» TASK DIRECTIONS
Based on the listing below, report how many lines contain the word "writeUpTexts". Nothing but the number, please.

» SOURCE MATERIAL
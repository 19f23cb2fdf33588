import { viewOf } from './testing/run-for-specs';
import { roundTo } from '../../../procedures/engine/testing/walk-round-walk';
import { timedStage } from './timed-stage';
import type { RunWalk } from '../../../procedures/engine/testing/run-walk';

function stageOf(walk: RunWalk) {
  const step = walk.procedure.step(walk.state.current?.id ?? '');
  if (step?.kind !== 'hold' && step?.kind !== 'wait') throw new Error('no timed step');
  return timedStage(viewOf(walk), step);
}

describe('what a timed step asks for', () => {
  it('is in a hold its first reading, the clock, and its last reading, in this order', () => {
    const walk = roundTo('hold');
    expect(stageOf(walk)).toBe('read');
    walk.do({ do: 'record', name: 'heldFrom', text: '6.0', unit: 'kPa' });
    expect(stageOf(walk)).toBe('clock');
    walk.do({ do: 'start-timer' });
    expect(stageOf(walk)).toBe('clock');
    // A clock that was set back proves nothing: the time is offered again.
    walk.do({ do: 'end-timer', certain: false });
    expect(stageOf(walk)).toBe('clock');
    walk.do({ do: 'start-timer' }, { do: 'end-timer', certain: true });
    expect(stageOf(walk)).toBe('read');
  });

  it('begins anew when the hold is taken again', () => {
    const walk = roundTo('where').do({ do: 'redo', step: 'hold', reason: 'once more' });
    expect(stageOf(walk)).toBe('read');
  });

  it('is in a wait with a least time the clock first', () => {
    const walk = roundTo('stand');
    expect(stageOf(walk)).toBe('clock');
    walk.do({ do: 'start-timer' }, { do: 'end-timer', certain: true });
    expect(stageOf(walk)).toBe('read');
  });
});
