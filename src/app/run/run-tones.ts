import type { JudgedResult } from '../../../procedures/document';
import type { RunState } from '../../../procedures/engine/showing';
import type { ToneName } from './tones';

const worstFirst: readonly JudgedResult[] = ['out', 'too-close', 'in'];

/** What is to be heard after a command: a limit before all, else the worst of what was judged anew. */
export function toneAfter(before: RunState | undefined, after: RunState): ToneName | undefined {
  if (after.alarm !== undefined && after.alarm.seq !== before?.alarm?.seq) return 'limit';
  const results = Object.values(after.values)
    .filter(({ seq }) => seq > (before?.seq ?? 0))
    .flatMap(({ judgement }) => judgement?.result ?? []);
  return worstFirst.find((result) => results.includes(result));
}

---

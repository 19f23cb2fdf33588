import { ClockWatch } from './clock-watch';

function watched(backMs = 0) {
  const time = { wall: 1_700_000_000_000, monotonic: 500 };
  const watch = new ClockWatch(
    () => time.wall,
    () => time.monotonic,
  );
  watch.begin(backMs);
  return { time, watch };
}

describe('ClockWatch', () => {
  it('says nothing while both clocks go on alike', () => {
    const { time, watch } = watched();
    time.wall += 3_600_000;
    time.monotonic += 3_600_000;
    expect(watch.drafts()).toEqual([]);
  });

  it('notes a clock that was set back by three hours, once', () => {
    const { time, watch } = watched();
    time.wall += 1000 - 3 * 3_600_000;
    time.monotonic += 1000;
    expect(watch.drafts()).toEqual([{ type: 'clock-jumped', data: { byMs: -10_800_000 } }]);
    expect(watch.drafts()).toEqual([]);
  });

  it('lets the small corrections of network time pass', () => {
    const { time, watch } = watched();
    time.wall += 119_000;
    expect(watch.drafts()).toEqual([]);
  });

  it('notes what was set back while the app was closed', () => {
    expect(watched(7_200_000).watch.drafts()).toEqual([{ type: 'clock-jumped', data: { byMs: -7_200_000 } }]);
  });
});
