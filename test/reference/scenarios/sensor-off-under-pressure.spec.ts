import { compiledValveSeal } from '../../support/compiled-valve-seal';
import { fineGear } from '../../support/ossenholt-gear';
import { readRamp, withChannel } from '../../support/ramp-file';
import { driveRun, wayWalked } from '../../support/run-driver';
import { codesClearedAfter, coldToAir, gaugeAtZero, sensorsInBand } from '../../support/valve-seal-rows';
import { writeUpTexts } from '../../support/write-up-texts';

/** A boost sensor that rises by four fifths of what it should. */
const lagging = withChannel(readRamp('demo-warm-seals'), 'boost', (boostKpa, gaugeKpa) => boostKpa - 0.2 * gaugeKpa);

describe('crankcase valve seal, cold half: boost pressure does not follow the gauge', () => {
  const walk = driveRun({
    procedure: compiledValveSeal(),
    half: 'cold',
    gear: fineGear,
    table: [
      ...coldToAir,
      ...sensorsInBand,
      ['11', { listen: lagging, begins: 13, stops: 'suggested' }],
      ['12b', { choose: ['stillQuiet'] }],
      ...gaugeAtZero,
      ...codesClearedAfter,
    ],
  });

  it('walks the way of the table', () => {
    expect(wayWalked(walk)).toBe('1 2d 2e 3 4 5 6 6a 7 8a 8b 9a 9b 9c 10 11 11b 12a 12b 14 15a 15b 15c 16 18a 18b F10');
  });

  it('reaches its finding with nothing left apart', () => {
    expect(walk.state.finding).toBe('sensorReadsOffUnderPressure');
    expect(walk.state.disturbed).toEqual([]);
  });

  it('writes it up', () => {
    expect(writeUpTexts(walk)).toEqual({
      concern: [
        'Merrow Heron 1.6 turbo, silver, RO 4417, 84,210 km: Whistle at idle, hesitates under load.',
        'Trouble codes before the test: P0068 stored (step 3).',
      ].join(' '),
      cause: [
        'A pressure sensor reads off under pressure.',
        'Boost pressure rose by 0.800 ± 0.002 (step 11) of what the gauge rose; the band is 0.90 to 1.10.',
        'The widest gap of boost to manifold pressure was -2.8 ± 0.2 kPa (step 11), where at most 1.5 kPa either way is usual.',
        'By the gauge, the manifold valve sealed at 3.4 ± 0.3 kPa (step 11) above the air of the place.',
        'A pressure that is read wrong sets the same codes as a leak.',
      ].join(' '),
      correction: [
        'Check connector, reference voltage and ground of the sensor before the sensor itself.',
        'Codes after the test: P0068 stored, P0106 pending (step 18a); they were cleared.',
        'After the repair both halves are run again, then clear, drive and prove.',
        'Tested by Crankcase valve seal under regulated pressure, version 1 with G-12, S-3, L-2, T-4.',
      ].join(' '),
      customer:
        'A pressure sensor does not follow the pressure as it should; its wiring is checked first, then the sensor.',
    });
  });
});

--

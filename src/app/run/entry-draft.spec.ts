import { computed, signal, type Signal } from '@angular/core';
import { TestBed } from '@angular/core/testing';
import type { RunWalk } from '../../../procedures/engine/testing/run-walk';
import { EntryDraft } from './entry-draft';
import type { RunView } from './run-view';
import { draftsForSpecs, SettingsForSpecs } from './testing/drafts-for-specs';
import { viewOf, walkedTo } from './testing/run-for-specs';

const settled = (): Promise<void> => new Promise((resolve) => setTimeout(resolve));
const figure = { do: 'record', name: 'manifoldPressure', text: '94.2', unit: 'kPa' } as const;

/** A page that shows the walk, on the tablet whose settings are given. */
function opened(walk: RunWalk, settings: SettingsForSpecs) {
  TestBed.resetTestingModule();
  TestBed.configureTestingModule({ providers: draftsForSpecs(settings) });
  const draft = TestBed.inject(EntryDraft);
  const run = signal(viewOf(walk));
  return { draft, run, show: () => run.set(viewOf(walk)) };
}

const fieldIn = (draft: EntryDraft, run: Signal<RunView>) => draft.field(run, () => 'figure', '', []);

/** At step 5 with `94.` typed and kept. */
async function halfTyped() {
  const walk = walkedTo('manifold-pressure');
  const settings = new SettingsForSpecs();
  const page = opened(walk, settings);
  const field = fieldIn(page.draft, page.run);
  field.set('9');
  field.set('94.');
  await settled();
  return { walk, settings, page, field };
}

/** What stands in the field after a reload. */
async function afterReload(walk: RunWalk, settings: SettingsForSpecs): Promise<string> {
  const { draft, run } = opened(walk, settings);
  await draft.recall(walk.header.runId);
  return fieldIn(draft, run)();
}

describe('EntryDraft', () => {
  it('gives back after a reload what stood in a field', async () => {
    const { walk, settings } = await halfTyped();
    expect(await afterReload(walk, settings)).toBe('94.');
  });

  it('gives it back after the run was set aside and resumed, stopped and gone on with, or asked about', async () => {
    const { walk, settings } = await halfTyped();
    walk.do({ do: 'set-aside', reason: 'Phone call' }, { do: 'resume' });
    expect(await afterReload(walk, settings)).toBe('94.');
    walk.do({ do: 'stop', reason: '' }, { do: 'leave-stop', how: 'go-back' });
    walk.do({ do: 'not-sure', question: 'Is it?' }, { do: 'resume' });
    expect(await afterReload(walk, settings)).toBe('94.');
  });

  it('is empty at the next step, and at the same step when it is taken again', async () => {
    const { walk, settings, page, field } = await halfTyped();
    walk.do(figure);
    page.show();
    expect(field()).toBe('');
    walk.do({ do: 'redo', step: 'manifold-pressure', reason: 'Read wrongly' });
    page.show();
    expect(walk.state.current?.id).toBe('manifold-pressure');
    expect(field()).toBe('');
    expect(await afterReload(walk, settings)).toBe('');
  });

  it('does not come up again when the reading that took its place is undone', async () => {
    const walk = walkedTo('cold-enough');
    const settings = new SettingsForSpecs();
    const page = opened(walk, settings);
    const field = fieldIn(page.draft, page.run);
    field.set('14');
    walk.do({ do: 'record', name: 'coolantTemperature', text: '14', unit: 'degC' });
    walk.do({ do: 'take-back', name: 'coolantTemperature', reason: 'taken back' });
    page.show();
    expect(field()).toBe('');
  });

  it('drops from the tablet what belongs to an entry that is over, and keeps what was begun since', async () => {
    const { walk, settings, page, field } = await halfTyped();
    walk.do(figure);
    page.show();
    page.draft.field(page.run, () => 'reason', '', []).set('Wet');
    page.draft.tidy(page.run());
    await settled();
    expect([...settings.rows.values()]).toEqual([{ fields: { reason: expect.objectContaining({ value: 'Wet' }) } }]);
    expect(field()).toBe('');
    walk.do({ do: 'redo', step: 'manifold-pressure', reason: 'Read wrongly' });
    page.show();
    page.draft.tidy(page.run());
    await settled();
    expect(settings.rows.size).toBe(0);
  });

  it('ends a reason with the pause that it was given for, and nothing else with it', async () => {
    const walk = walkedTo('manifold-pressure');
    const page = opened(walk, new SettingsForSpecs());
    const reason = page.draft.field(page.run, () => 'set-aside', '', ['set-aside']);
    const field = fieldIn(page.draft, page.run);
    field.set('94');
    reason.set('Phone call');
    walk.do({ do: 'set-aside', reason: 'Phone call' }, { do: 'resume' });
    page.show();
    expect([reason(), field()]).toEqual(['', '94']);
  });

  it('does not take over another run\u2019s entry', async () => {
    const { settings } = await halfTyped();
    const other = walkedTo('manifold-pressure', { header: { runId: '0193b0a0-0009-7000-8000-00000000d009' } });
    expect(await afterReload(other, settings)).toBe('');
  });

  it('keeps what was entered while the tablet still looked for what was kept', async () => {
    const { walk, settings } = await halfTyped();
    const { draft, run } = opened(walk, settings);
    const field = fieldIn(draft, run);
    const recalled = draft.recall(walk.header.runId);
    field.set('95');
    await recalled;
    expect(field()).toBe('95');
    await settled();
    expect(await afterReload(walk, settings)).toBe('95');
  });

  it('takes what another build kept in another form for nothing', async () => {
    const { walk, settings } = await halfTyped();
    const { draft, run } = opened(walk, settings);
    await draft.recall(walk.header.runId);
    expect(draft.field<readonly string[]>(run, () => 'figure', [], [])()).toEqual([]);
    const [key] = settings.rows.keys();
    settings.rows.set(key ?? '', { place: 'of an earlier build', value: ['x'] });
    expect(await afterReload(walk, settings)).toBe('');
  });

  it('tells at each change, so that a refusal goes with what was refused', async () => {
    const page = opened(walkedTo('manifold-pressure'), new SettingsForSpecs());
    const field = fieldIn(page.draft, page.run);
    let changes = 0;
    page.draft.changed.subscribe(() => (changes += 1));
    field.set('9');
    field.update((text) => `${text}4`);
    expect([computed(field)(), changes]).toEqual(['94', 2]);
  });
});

» WRITTEN SOLUTION
2